## Work instruction
Could you restate every line of the data word for word?

## Extracted entries
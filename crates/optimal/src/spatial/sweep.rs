//! Meeting a moving body on one departure date after another: cold starts, and branches marched between them.

use super::calendar::Branch;
use super::curves::Setting;
use super::ends::Ends;
use super::launch::Care;
use super::polish::{Conditions, Exactness, Flight, Kind, polish};
use super::prove::evidence;
use super::rendezvous::traced;
use crate::certificate::{Evidence, Verdict};

/// One craft between two bodies, at any departure.
#[derive(Clone, Copy)]
pub struct Route<'a> {
    /// Sail and bodies.
    pub conditions: Conditions<'a>,
    /// Orbits of both at a time (canonical, from the reference instant): where cold starts begin.
    pub ends: &'a dyn Fn(f64) -> Ends,
}

/// Branches of one date, fastest first; good to march and to compare, not to report.
pub type Found = Vec<Branch>;

/// Most branches carried from date to date: the two that a cold start gives, and one that they leave behind.
const CARRIED: usize = 3;

/// Branches at every one of `departures` (canonical, from the reference instant, ascending).
///
/// Starts cold at the middle date and marches both ways; where a branch is lost, or nothing was found, it starts cold
/// again. The dates should span a small part of the synodic period: over longer spans a better branch may appear that
/// marching does not meet.
pub fn span(route: &Route<'_>, departures: &[f64]) -> Vec<Found> {
    let mut all = vec![Found::new(); departures.len()];
    let middle = departures.len() / 2;
    let Some(&start) = departures.get(middle) else { return all };
    all[middle] = cold(route, start);
    for next in middle + 1..departures.len() {
        all[next] = stepped(route, &all[next - 1], departures[next]);
    }
    for next in (0..middle).rev() {
        all[next] = stepped(route, &all[next + 1], departures[next]);
    }
    all
}

/// The next date's branches from those of its neighbour.
fn stepped(route: &Route<'_>, near: &Found, departure: f64) -> Found {
    let mut found = marched(&route.conditions, near, departure);
    if found.len() < near.len() || near.is_empty() {
        merge(&mut found, cold(route, departure));
    }
    found.truncate(CARRIED);
    found
}

/// Those of `branches` that lead to `departure`.
pub fn marched(conditions: &Conditions<'_>, branches: &[Branch], departure: f64) -> Found {
    let mut found = Found::new();
    merge(&mut found, branches.iter().filter_map(|branch| branch.marched(conditions, departure)));
    found
}

/// What a cold start finds at a departure: two branches, as a rule. What the quick way loses is sought with care.
pub fn cold(route: &Route<'_>, departure: f64) -> Found {
    let mut found = cold_with(route, departure, &Care::QUICK);
    if found.len() < 2 {
        merge(&mut found, cold_with(route, departure, &Care::CAREFUL));
    }
    found
}

/// What a cold start with this care finds at a departure.
pub fn cold_with(route: &Route<'_>, departure: f64, care: &Care) -> Found {
    let conditions = &route.conditions;
    let setting =
        Setting { ends: (route.ends)(departure), lightness: conditions.lightness, tolerance: care.tolerance };
    let taken_up = |time: f64, costate| {
        Branch::taken_up(conditions, &Flight { costate, departure, time, arrival: departure + time })
    };
    let mut found = Found::new();
    merge(&mut found, traced(&setting, care).iter().filter_map(|point| taken_up(point.time, point.costate)));
    found
}

/// Adds the branches that are not known yet, and sorts.
pub fn merge(known: &mut Found, new: impl IntoIterator<Item = Branch>) {
    for branch in new {
        let alike = |other: &Branch| {
            let (a, b) = (&other.flight, &branch.flight);
            (a.time / b.time - 1.0).abs() < 0.01 && a.costate.dot(&b.costate) > 0.99
        };
        if !known.iter().any(alike) {
            known.push(branch);
        }
    }
    known.sort_by(|a, b| a.flight.time.total_cmp(&b.flight.time));
}

/// A polished flight and what re-flying it showed.
#[derive(Clone, Copy, Debug)]
pub struct Settled {
    /// The flight, to its last digits.
    pub flight: Flight,
    /// What re-flying it showed.
    pub evidence: Evidence,
    /// Heliocentric angle swept, rad.
    pub swept: f64,
}

/// Marched flight times this close (relative) are told apart by polishing both.
const TOO_CLOSE: f64 = 1e-3;

/// The fastest of one date's branches that re-flying confirms; one that it confirms only approximately where there is
/// no better.
pub fn best(conditions: &Conditions<'_>, found: &[Branch]) -> Option<Settled> {
    let mut best: Option<Settled> = None;
    let rank = |settled: &Settled| (settled.evidence.verdict() != Verdict::Converged, settled.flight.time);
    for branch in found {
        let beaten = |best: &Settled| {
            best.evidence.verdict() == Verdict::Converged
                && branch.flight.time > best.flight.time * (1.0 + TOO_CLOSE)
        };
        if best.as_ref().is_some_and(beaten) {
            break;
        }
        let new = settled(conditions, branch).filter(|x| x.evidence.verdict() != Verdict::NotConverged);
        best = new.into_iter().chain(best).min_by(|a, b| {
            let ((worse_a, time_a), (worse_b, time_b)) = (rank(a), rank(b));
            worse_a.cmp(&worse_b).then(time_a.total_cmp(&time_b))
        });
    }
    best
}

/// Polishes and re-flies a marched flight; with the utmost exactness where the usual one does not suffice.
fn settled(conditions: &Conditions<'_>, branch: &Branch) -> Option<Settled> {
    let at = |flight: Flight, exactness: Exactness| {
        let flight = polish(Kind::Meeting, conditions, flight, exactness.polish)?;
        let (evidence, swept) = evidence(conditions, &flight, exactness.prove)?;
        Some(Settled { flight, evidence, swept })
    };
    let usual = at(branch.flight, Exactness::USUAL)?;
    if usual.evidence.verdict() == Verdict::Converged {
        return Some(usual);
    }
    let utmost = at(usual.flight, Exactness::UTMOST);
    Some(utmost.filter(|x| x.evidence.verdict() == Verdict::Converged).unwrap_or(usual))
}

#[cfg(test)]
#[path = "sweep_tests.rs"]
mod tests;
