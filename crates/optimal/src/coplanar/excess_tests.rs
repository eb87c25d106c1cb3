//! Excess.
use orbits::units;
use super::*;
use crate::certificate::Verdict;

#[test]
fn explore() {
    for (ac, w, wa) in [(1.0, 0.0, 0.0), (1.0, 1.0, 0.0), (1.0, 3.0, 0.0), (0.5, 2.0, 0.0), (0.5, 5.0, 0.0), (1.0, 0.0, 1.0), (1.0, 0.0, 5.0), (1.0, 3.0, 3.0),(0.5,5.0,5.0)] {
        let problem = Problem {
            circles: solve::Problem { start_radius: 1.0, target_radius: 1.52371034, lightness: units::lightness(ac) },
            allowance: Allowance { departure: units::canonical_speed(w), arrival: units::canonical_speed(wa) },
        };
        let x = solve(&problem);
        let Some(x) = x else { println!("{ac} {w} {wa} none"); continue };
        let f = fly(&problem, &x.unknowns);
        let Some(f) = f else { println!("{ac} {w} {wa} unflown {x:?}"); continue };
        println!("{ac} {w} {wa}: {:.7} d used {:.6} {:.6} {:?} res {:.1e} {:?} {:?}", units::days(f.time), units::km_per_s(f.excess.departure), units::km_per_s(f.excess.arrival), x.route, x.residual, f.evidence.verdict(), f.evidence);
        let _ = Verdict::Converged;
    }
}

## Solution for this task
filename crates/optimal/src/spatial/sweep.rs
//! Meeting a moving body on one departure date after another: cold starts, and branches marched between them.

use super::calendar::Branch;
use super::curves::Setting;
use super::ends::Ends;
use super::launch::Care;
use super::polish::{Conditions, Exactness, Flight, Kind, polish};
use super::prove::evidence;
use super::rendezvous::traced;
use crate::certificate::{Evidence, Verdict};

/// One craft between two bodies, at any departure.
#[derive(Clone, Copy)]
pub struct Route<'a> {
    /// Sail and bodies.
    pub conditions: Conditions<'a>,
    /// Orbits of both at a time (canonical, from the reference instant): where cold starts begin.
    pub ends: &'a dyn Fn(f64) -> Ends,
}

/// Branches of one date, fastest first; good to march and to compare, not to report.
pub type Found = Vec<Branch>;

/// Most branches carried from date to date: the two that a cold start gives, and one that they leave behind.
const CARRIED: usize = 3;

/// Branches at every one of `departures` (canonical, from the reference instant, ascending).
///
/// Starts cold at the middle date and marches both ways; where a branch is lost, or nothing was found, it starts cold
/// again. The dates should span a small part of the synodic period: over longer spans a better branch may appear that
/// marching does not meet.
pub fn span(route: &Route<'_>, departures: &[f64]) -> Vec<Found> {
    let mut all = vec![Found::new(); departures.len()];
    let middle = departures.len() / 2;
    let Some(&start) = departures.get(middle) else { return all };
    all[middle] = cold(route, start);
    for next in middle + 1..departures.len() {
        all[next] = stepped(route, &all[next - 1], departures[next]);
    }
    for next in (0..middle).rev() {
        all[next] = stepped(route, &all[next + 1], departures[next]);
    }
    all
}

/// The next date's branches from those of its neighbour.
fn stepped(route: &Route<'_>, near: &Found, departure: f64) -> Found {
    let mut found = marched(&route.conditions, near, departure);
    if found.len() < near.len() || near.is_empty() {
        merge(&mut found, cold(route, departure));
    }
    found.truncate(CARRIED);
    found
}

/// Those of `branches` that lead to `departure`.
pub fn marched(conditions: &Conditions<'_>, branches: &[Branch], departure: f64) -> Found {
    let mut found = Found::new();
    merge(&mut found, branches.iter().filter_map(|branch| branch.marched(conditions, departure)));
    found
}

/// What a cold start finds at a departure: two branches, as a rule. What the quick way loses is sought with care.
pub fn cold(route: &Route<'_>, departure: f64) -> Found {
    let mut found = cold_with(route, departure, &Care::QUICK);
    if found.len() < 2 {
        merge(&mut found, cold_with(route, departure, &Care::CAREFUL));
    }
    found
}

/// What a cold start with this care finds at a departure.
pub fn cold_with(route: &Route<'_>, departure: f64, care: &Care) -> Found {
    let conditions = &route.conditions;
    let setting =
        Setting { ends: (route.ends)(departure), lightness: conditions.lightness, tolerance: care.tolerance };
    let taken_up = |time: f64, costate| {
        Branch::taken_up(conditions, &Flight { costate, departure, time, arrival: departure + time })
    };
    let mut found = Found::new();
    merge(&mut found, traced(&setting, care).iter().filter_map(|point| taken_up(point.time, point.costate)));
    found
}

/// Adds the branches that are not known yet, and sorts.
pub fn merge(known: &mut Found, new: impl IntoIterator<Item = Branch>) {
    for branch in new {
        let alike = |other: &Branch| {
            let (a, b) = (&other.flight, &branch.flight);
            (a.time / b.time - 1.0).abs() < 0.01 && a.costate.dot(&b.costate) > 0.99
        };
        if !known.iter().any(alike) {
            known.push(branch);
        }
    }
    known.sort_by(|a, b| a.flight.time.total_cmp(&b.flight.time));
}

/// A polished flight and what re-flying it showed.
#[derive(Clone, Copy, Debug)]
pub struct Settled {
    /// The flight, to its last digits.
    pub flight: Flight,
    /// What re-flying it showed.
    pub evidence: Evidence,
    /// Heliocentric angle swept, rad.
    pub swept: f64,
}

/// Marched flight times this close (relative) are told apart by polishing both.
const TOO_CLOSE: f64 = 1e-3;

/// The fastest of one date's branches that re-flying confirms; one that it confirms only approximately where there is
/// no better.
pub fn best(conditions: &Conditions<'_>, found: &[Branch]) -> Option<Settled> {
    let mut best: Option<Settled> = None;
    let rank = |settled: &Settled| (settled.evidence.verdict() != Verdict::Converged, settled.flight.time);
    for branch in found {
        let beaten = |best: &Settled| {
            best.evidence.verdict() == Verdict::Converged
                && branch.flight.time > best.flight.time * (1.0 + TOO_CLOSE)
        };
        if best.as_ref().is_some_and(beaten) {
            break;
        }
        let new = settled(conditions, branch).filter(|x| x.evidence.verdict() != Verdict::NotConverged);
        best = new.into_iter().chain(best).min_by(|a, b| {
            let ((worse_a, time_a), (worse_b, time_b)) = (rank(a), rank(b));
            worse_a.cmp(&worse_b).then(time_a.total_cmp(&time_b))
        });
    }
    best
}

/// Polishes and re-flies a marched flight; with the utmost exactness where the usual one does not suffice.
fn settled(conditions: &Conditions<'_>, branch: &Branch) -> Option<Settled> {
    let at = |flight: Flight, exactness: Exactness| {
        let flight = polish(Kind::Meeting, conditions, flight, exactness.polish)?;
        let (evidence, swept) = evidence(conditions, &flight, exactness.prove)?;
        Some(Settled { flight, evidence, swept })
    };
    let usual = at(branch.flight, Exactness::USUAL)?;
    if usual.evidence.verdict() == Verdict::Converged {
        return Some(usual);
    }
    let utmost = at(usual.flight, Exactness::UTMOST);
    Some(utmost.filter(|x| x.evidence.verdict() == Verdict::Converged).unwrap_or(usual))
}

#[cfg(test)]
#[path = "sweep_tests.rs"]
mod tests;
filename crates/optimal/src/coplanar/excess_tests.rs
repository eb87c25d106c1cb3
//! Excess.
use orbits::units;
use super::*;
use crate::certificate::Verdict;

#[test]
fn explore() {
    for (ac, w, wa) in [(1.0, 0.0, 0.0), (1.0, 1.0, 0.0), (1.0, 3.0, 0.0), (0.5, 2.0, 0.0), (0.5, 5.0, 0.0), (1.0, 0.0, 1.0), (1.0, 0.0, 5.0), (1.0, 3.0, 3.0),(0.5,5.0,5.0)] {
        let problem = Problem {
            circles: solve::Problem { start_radius: 1.0, target_radius: 1.52371034, lightness: units::lightness(ac) },
            allowance: Allowance { departure: units::canonical_speed(w), arrival: units::canonical_speed(wa) },
        };
        let x = solve(&problem);
        let Some(x) = x else { println!("{ac} {w} {wa} none"); continue };
        let f = fly(&problem, &x.unknowns);
        let Some(f) = f else { println!("{ac} {w} {wa} unflown {x:?}"); continue };
        println!("{ac} {w} {wa}: {:.7} d used {:.6} {:.6} {:?} res {:.1e} {:?} {:?}", units::days(f.time), units::km_per_s(f.excess.departure), units::km_per_s(f.excess.arrival), x.route, x.residual, f.evidence.verdict(), f.evidence);
        let _ = Verdict::Converged;
    }
}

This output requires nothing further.